Embodiment 134 the lubricating fluid of any of embodiments 103 to 131, wherein the lubricating fluid is an industrial gear oil.

Embodiment 135. A method of making a deposition resistant fluid, the method comprising: combining a base stock with one or more additives to form a blended fluid configured to resist formation of deposits in an oxidizing environment; wherein the base stock has a viscosity index of at least 80, and a kinematic viscosity of at least 320cSt at 40 ℃ or at least 14cSt at 100 ℃; and wherein the base stock comprises: greater than or equal to about 90 weight percent saturated compounds, less than or equal to about 10 weight percent aromatic compounds, and a total of at least 1.7 terminal/pendant propyl groups and terminal/pendant ethyl groups per 100 carbon atoms.

Embodiment 136 the method of embodiment 135, wherein the blend fluid is configured to resist oxidation in the oxidizing environment, and the blend fluid is selected from the group consisting of: base oils, lubricants, process fluids, hydraulic fluids, industrial fluids, automotive fluids, and combinations thereof.

Embodiment 137 the method of any of embodiments 135 and 136, wherein the oxidizing ambient comprises a temperature of up to 250 ° f (121 ℃).

Embodiment 138 the method of any of embodiments 135-137, wherein the oxidizing ambient comprises a temperature of up to 302 ° f (150 ℃).

Embodiment 139. The method of any of embodiments 135 to 138, wherein the oxidizing ambient comprises a temperature of up to 325 ° f (163 ℃).

Embodiment 140 the method of any one of embodiments 135 to 139, wherein the oxidizing ambient comprises air.

Embodiment 141. The method of any of embodiments 135 to 140, wherein the blending fluid is configured to resist deposit formation for at least 50 hours at temperatures up to 325 ° f (163 ℃) in the presence of a metal agent.

Embodiment 142 the method of any one of embodiments 141, wherein the metal agent is selected from the group consisting of copper, steel, iron, and combinations thereof.

Embodiment 143 the method of any of embodiments 135 to 142, wherein the blending fluid is configured to resist the formation of deposits at temperatures up to 325 ° f (163 ℃) for at least 50 hours in the presence of water.

Embodiment 144 the method of any one of embodiments 135 to 143, wherein the blended fluid has a kinematic viscosity (KV 100) increase at 100 ℃ of 6% or less as measured according to the ASTM D2893 test.

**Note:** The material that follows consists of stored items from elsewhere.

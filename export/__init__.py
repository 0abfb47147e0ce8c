"""Everything that enters or leaves the program."""

__version__ = "0.1.0"
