"""The tables of a whole design, gathered from the neutral result: cuts, stock, supports, cautions, pieces' own."""

from __future__ import annotations

import math
from collections import defaultdict
from collections.abc import Iterable, Iterator, Sequence

import numpy as np
from numpy.typing import NDArray

from geom.result import NAN, Column, PatternCut, Piece, Result, StockPattern, StockPlan, Table, Unit

_NONE = Unit("")
_METRES = Unit("m")
_NEWTONS = Unit("N")
_HUNG = "as hung"


def cuts(result: Result) -> Table:
    """Return the cut list: a row for each bay, strand, block or member."""
    rows = result.cuts
    return Table(
        "cuts",
        (
            _text("mark", "mark", (cut.mark for cut in rows)),
            _text("piece", "piece", (cut.piece for cut in rows)),
            _text("stock", "stock", (cut.stock for cut in rows)),
            _numbers("cut_length", _METRES, "cut length", (cut.cut_length for cut in rows)),
            _numbers("pin_to_pin", _METRES, "pin to pin", (cut.pin_to_pin for cut in rows)),
            _numbers("links", _NONE, "links", (cut.links for cut in rows)),
            _numbers("copies", _NONE, "copies", (cut.copies for cut in rows)),
            _numbers("mass", Unit("kg"), "mass of one", (cut.mass for cut in rows)),
        ),
    )


def stock_plan(result: Result) -> Table:
    """Return what to buy and how to cut it: a row for each mark on each way of cutting, or one for the stock."""
    rows = [row for plan in result.stock_plan for row in _plan_rows(plan)]
    return Table(
        "stock plan",
        (
            _text("stock", "stock", (plan.stock for plan, _, _ in rows)),
            _numbers("needed", _NONE, "reels or bars needed", (plan.needed for plan, _, _ in rows)),
            _numbers("least_possible", _NONE, "least possible", (plan.least_possible for plan, _, _ in rows)),
            _numbers("order_length", _METRES, "order length", (plan.order_length for plan, _, _ in rows)),
            _numbers("order_links", _NONE, "links bought", (plan.links for plan, _, _ in rows)),
            _numbers("links_lost", _NONE, "links lost to cuts", (plan.links_lost for plan, _, _ in rows)),
            _numbers("length", _METRES, "length of a reel", (p.length if p else None for _, p, _ in rows)),
            _numbers("count", _NONE, "reels cut so", (p.count if p else None for _, p, _ in rows)),
            _numbers("left", _METRES, "left of each", (p.left if p else None for _, p, _ in rows)),
            _text("mark", "mark", (c.mark if c else None for _, _, c in rows)),
            _numbers("on_each", _NONE, "of it on each", (c.count if c else None for _, _, c in rows)),
        ),
    )


def _plan_rows(plan: StockPlan) -> Iterator[tuple[StockPlan, StockPattern | None, PatternCut | None]]:
    if not plan.patterns:
        yield plan, None, None
    for pattern in plan.patterns:
        for cut in pattern.cuts:
            yield plan, pattern, cut


def supports(result: Result) -> Table:
    """Return the pulls on supports: a row for each support and case."""
    rows = [(support, case) for support in result.supports for case in support.by_case]
    codes = {support.mark: code for support, code in zip(result.supports, _codes(result), strict=True)}
    at = np.array([support.at for support, _ in rows], dtype=np.float64).reshape(-1, 3)
    pull = np.array([case.pull for _, case in rows], dtype=np.float64).reshape(-1, 3)
    return Table(
        "supports",
        (
            _text("mark", "support", (support.mark for support, _ in rows)),
            _text("case", "case", (case.case for _, case in rows)),
            _text("standing", "what it includes", (case.standing for _, case in rows)),
            *(Column(f"at_{c}", _METRES, c, at[:, i]) for i, c in enumerate("xyz")),
            *(Column(f"pull_{c}", _NEWTONS, f"pull along {c}", pull[:, i]) for i, c in enumerate("xyz")),
            _numbers("magnitude", _NEWTONS, "pull", (case.magnitude for _, case in rows)),
            _numbers("moment", Unit("Nm"), "moment at the foot", (case.moment for _, case in rows)),
            _text("pieces", "pieces", (", ".join(support.pieces) for support, _ in rows)),
            _text("cautions", "cautions on them", (codes[support.mark] for support, _ in rows)),
        ),
    )


def _codes(result: Result) -> Iterator[str]:
    """Yield for each support the codes of the cautions on its pieces; their words are in the figures."""
    of_piece: dict[str, list[tuple[int, str]]] = defaultdict(list)
    for number, caution in enumerate(result.cautions):
        of_piece[caution.piece].append((number, caution.code))
    for support in result.supports:
        found = sorted(entry for piece in support.pieces for entry in of_piece[piece])
        yield ", ".join(dict.fromkeys(code for _, code in found))


def cautions(result: Result) -> Table:
    """Return every caution: what a user must know of a piece before it is hung or stood up."""
    rows = result.cautions
    return Table(
        "cautions",
        (
            _text("piece", "piece", (caution.piece for caution in rows)),
            _text("code", "code", (caution.code for caution in rows)),
            _text("text", "caution", (caution.text for caution in rows)),
            _text("source", "source", (caution.source for caution in rows)),
        ),
    )


def own(result: Result) -> list[Table]:
    """Return the tables of pieces and their parts, those of one name joined, in order of first appearance."""
    found: dict[str, list[tuple[str, Table]]] = {}
    for piece in _all(result.pieces):
        for table in piece.tables:
            found.setdefault(table.name, []).append((table.piece or piece.mark, table))
    return [_joined(name, tables) for name, tables in found.items()]


def own_named(result: Result, name: str) -> Table | None:
    """Return the pieces' own tables of one name as one table; None if no piece has any."""
    return next((table for table in own(result) if table.name == name), None)


def design(result: Result) -> Table:
    """Return what holds for all tables: title, where its coordinates count from, what its pulls include."""
    x, y, z = result.setting.site.origin
    said = {
        "title": result.title,
        "coordinates": f"count from x {x:.12g} m, y {y:.12g} m, z {z:.12g} m of the site",
        "pulls": "dead load only, where a table does not say what else they include",
    }
    return Table("design", (_text("what", "what", said), _text("value", "value", said.values())))


def with_origin(table: Table, result: Result) -> Table:
    """Return a table of coordinates with the site coordinates that they count from, where a design has such."""
    origin = result.setting.site.origin
    if not any(origin):
        return table
    rows = length(table)
    added = (
        Column(f"origin_{c}", _METRES, f"from site {c}", np.full(rows, o)) for c, o in zip("xyz", origin, strict=True)
    )
    return Table(table.name, (*table.columns, *added), table.piece)


def every(result: Result) -> list[Table]:
    """Return every table of a design that has a row."""
    tables = (design(result), cuts(result), stock_plan(result), supports(result), *own(result), cautions(result))
    return [table for table in tables if length(table)]


def length(table: Table) -> int:
    """Return how many rows a table has."""
    return len(table.columns[0].values) if table.columns else 0


def _all(pieces: Iterable[Piece]) -> Iterator[Piece]:
    for piece in pieces:
        yield piece
        yield from _all(piece.parts)


def _joined(name: str, tables: Sequence[tuple[str, Table]]) -> Table:
    """Put tables under one another after a column of the pieces' marks; a column that one lacks is empty there."""
    heads: dict[tuple[str, str], Column] = {}
    for _, table in tables:
        for column in table.columns:
            heads.setdefault((column.key, column.unit.suffix), column)
    marks = _text("piece", "piece", (mark for mark, table in tables for _ in range(length(table))))
    columns = [marks] if ("piece", "") not in heads else []
    return Table(name, (*columns, *(_stacked(head, [table for _, table in tables]) for head in heads.values())))


def _stacked(head: Column, tables: Sequence[Table]) -> Column:
    parts = [_part(head, table) for table in tables]
    if any(isinstance(part, tuple) for part in parts):
        values: tuple[str | None, ...] | NDArray[np.float64] = tuple(text for part in parts for text in _texts(part))
    else:
        values = np.concatenate([np.asarray(part, dtype=np.float64) for part in parts])
    return Column(head.key, head.unit, head.heading, values)


def _part(head: Column, table: Table) -> NDArray[np.float64] | NDArray[np.int64] | tuple[str | None, ...]:
    for column in table.columns:
        if (column.key, column.unit.suffix) == (head.key, head.unit.suffix):
            return column.values
    return (None,) * length(table) if isinstance(head.values, tuple) else np.full(length(table), np.nan)


def _texts(part: object) -> tuple[str | None, ...]:
    if isinstance(part, tuple):
        return part
    return tuple(None if math.isnan(value) else f"{value:.12g}" for value in np.asarray(part).tolist())


def _text(key: str, heading: str, values: Iterable[str | None]) -> Column:
    return Column(key, _NONE, heading, tuple(values))


def _numbers(key: str, unit: Unit, heading: str, values: Iterable[float | None]) -> Column:
    found = [NAN if value is None else value for value in values]
    return Column(key, unit, heading, np.array(found, dtype=np.float64))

Embodiment 145 the method of any of embodiments 135 to 144, wherein the blended fluid has a kinematic viscosity (KV 100) increase at 100 ℃ of 3% or less as measured according to the ASTM D2893 test.

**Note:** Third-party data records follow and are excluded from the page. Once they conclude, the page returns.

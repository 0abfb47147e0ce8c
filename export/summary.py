"""What `check` prints: the figures of each piece in the design's unit, pulls with what they include, cautions.

Like the figures file it is a walk over the kinds' own figures, so that a new kind is shown without a line added here.
"""

from __future__ import annotations

import math
from collections.abc import Iterable, Iterator, Sequence
from dataclasses import is_dataclass

from export.plaintext import aligned, indented, pairs, shown
from export.walk import entries
from geom.result import Case, Caution, Piece, Quantity, Result, StockPlan, Support, Unit

_MOST_ROWS = 12  # of a table within a piece, and of parts shown in full: about half a screen
_WORST = {"bays": ", in the worst bay", "strands": ", of the worst strand"}  # of the parts of a piece
_SAID = {  # figures whose key alone could be mistaken
    "greatest thickness": "thickness at which the inner parallel folds",
    "eccentricity": "line of thrust off the axis over the thickness",
}
_MOST_LINES = 100  # of parts shown in one line each


def summary(result: Result) -> Iterator[str]:
    """Yield the lines of a design's summary."""
    yield result.title
    for piece in result.pieces:
        yield ""
        yield from _piece(piece, result.unit)
    yield from _section("pulls on supports", _supports(result.supports, result.unit))
    yield from _section("to buy", [_stock(plan, result.unit) for plan in result.stock_plan])
    yield from _section("cautions", [_caution(caution) for caution in result.cautions])
    yield ""


def cautions(found: Iterable[Caution]) -> list[str]:
    """Return a line for each caution, with its source."""
    return [f"caution: {_caution(caution)}" for caution in found]


def _caution(caution: Caution) -> str:
    piece = f"{caution.piece}: " if caution.piece else ""
    return f"{piece}{caution.text}{f' ({caution.source})' if caution.source else ''}"


def _piece(piece: Piece, unit: str) -> Iterator[str]:
    copies = f", {piece.copies} off" if piece.copies > 1 else ""
    yield f"{piece.mark}: {piece.kind}, {piece.what}{copies}"
    standing = f" ({piece.cases[0].standing})" if piece.cases else ""
    figures = (
        (name, f"{text}{standing}" if name.startswith("pull") else text) for name, text in _singles(piece.figures, unit)
    )
    yield from indented(pairs([*_asked(piece, unit), *figures]))
    yield from indented(_tables(piece.figures, unit))
    yield from indented(_cases([("", case) for case in piece.cases or ()], unit))
    yield from indented(_parts(piece, unit))


def _asked(piece: Piece, unit: str) -> Iterator[tuple[str, str]]:
    if piece.intended is not None:
        name = piece.intended.name.replace("_", " ")
        yield f"asked for: {name}", shown(piece.intended.value, piece.intended.unit, unit)
        if piece.difference is not None:
            where = _WORST.get(piece.parts_name, "")
            yield f"made minus asked for{where}", shown(piece.difference.value, piece.difference.unit, unit)
    yield "mass", shown(piece.mass, Unit("kg"), unit)


def _singles(figures: object, unit: str, prefix: str = "") -> Iterator[tuple[str, str]]:
    """Yield name and value of each single figure, those within a group (`links`) after its name."""
    for name, of, value in _fields(figures):
        if is_dataclass(value) and not isinstance(value, Quantity):
            yield from _singles(value, unit, f"{prefix}{name}: ")
        elif isinstance(value, Quantity):
            yield f"{prefix}{_SAID.get(name, name)}", shown(value.value, value.unit, unit)
        elif isinstance(value, str | int | float):
            text = shown(value, of, unit)
            if text != "-":
                yield f"{prefix}{_SAID.get(name, name)}", text


def _tables(figures: object, unit: str, prefix: str = "") -> Iterator[str]:
    """Yield each short table within a piece's figures (neighbours, bends, loads)."""
    for name, _, value in _fields(figures):
        if is_dataclass(value) and not isinstance(value, Quantity):
            yield from _tables(value, unit, f"{prefix}{name}: ")
        elif isinstance(value, tuple) and 0 < len(value) <= _MOST_ROWS and is_dataclass(value[0]):
            yield f"{prefix}{name}"
            yield from indented(aligned(_heads(value[0]), [_row(row, unit) for row in value]))


def _fields(figures: object) -> Iterator[tuple[str, Unit, object]]:
    if is_dataclass(figures):
        for entry in entries(type(figures)):
            yield entry.name.replace("_", " ").strip(), entry.unit, getattr(figures, entry.name)


def _heads(row: object) -> list[str]:
    return [name for name, _, _ in _fields(row)]


def _row(row: object, unit: str) -> list[str]:
    return [shown(value, of, unit) for _, of, value in _fields(row)]


def _cases(cases: Sequence[tuple[str, Case]], unit: str) -> Iterator[str]:
    """Yield a table of cases, each after the mark of its part."""
    if cases:
        heads = [
            "part",
            "case",
            "pulls include",
            "temperature",
            "sag",
            "lowest",
            "clearance",
            "horizontal",
            "from",
            "to",
        ]
        rows = [[mark, *_row(case, unit)[: len(heads) - 1]] for mark, case in cases]
        part = 0 if any(mark for mark, _ in cases) else 1
        yield "cases"
        yield from indented(aligned(heads[part:], [row[part:] for row in rows]))


def _parts(piece: Piece, unit: str) -> Iterator[str]:
    """Yield a table of the parts' facts, one of their cases, and their short tables, equal ones once."""
    shown_parts = piece.parts[:_MOST_LINES]
    if not shown_parts:
        return
    yield piece.parts_name
    heads = ["mark", *(fact.name for fact in shown_parts[0].facts)]
    rows = [[part.mark, *(shown(fact.value, fact.unit, unit) for fact in part.facts)] for part in shown_parts]
    yield from indented(aligned(heads, [row for row in rows if len(row) == len(heads)]))
    if len(piece.parts) > _MOST_LINES:
        yield f"  and {len(piece.parts) - _MOST_LINES} more"
    yield from _cases([(part.mark, case) for part in shown_parts for case in part.cases or ()], unit)
    tables: dict[tuple[str, ...], list[str]] = {}
    for part in shown_parts:
        tables.setdefault(tuple(_tables(part.figures, unit)), []).append(part.mark)
    for lines, marks in list(tables.items())[:_MOST_ROWS]:
        yield from (lines and (", ".join(marks), *indented(lines)))


def _supports(supports: Sequence[Support], unit: str) -> list[str]:
    newtons = Unit("N")
    heads = ["support", "case", "standing", "pull", "along x", "along y", "along z", "moment at foot"]
    rows = [
        [
            support.mark,
            case.case,
            case.standing,
            shown(case.magnitude, newtons, unit),
            *(shown(part, newtons, unit) for part in case.pull.tolist()),
            shown(case.moment, Unit("Nm"), unit),
        ]
        for support in supports[:_MOST_LINES]
        for case in support.by_case
    ]
    more = [f"and {len(supports) - _MOST_LINES} more"] if len(supports) > _MOST_LINES else []
    return [*aligned(heads, rows), *more] if rows else []


def _stock(plan: StockPlan, unit: str) -> str:
    found = [("needed", plan.needed), ("least possible", plan.least_possible), ("links", plan.links)]
    said = [f"{name} {value}" for name, value in found if value is not None]
    if math.isfinite(plan.order_length):
        said.append(f"length {shown(plan.order_length, Unit('m'), unit)}")
    return f"{plan.stock}: {', '.join(said)}"


def _section(title: str, lines: Sequence[str]) -> Iterator[str]:
    if lines:
        yield ""
        yield title
        yield from indented(lines)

Embodiment 146 the method of any of embodiments 135 to 145, wherein the blended fluid has a kinematic viscosity (KV 100) increase at 100 ℃ of 30% or less as measured according to the ASTM D5704 test.

Embodiment 147 the method of any of embodiments 135 to 146, wherein the blended fluid has a kinematic viscosity (KV 100) increase at 100 ℃ of 20% or less as measured according to the ASTM D5704 test.

Embodiment 148 the method of any of embodiments 135 to 147, wherein the blended fluid has a kinematic viscosity (KV 100) increase at 100 ℃ of 15% or less as measured according to the ASTM D5704 test.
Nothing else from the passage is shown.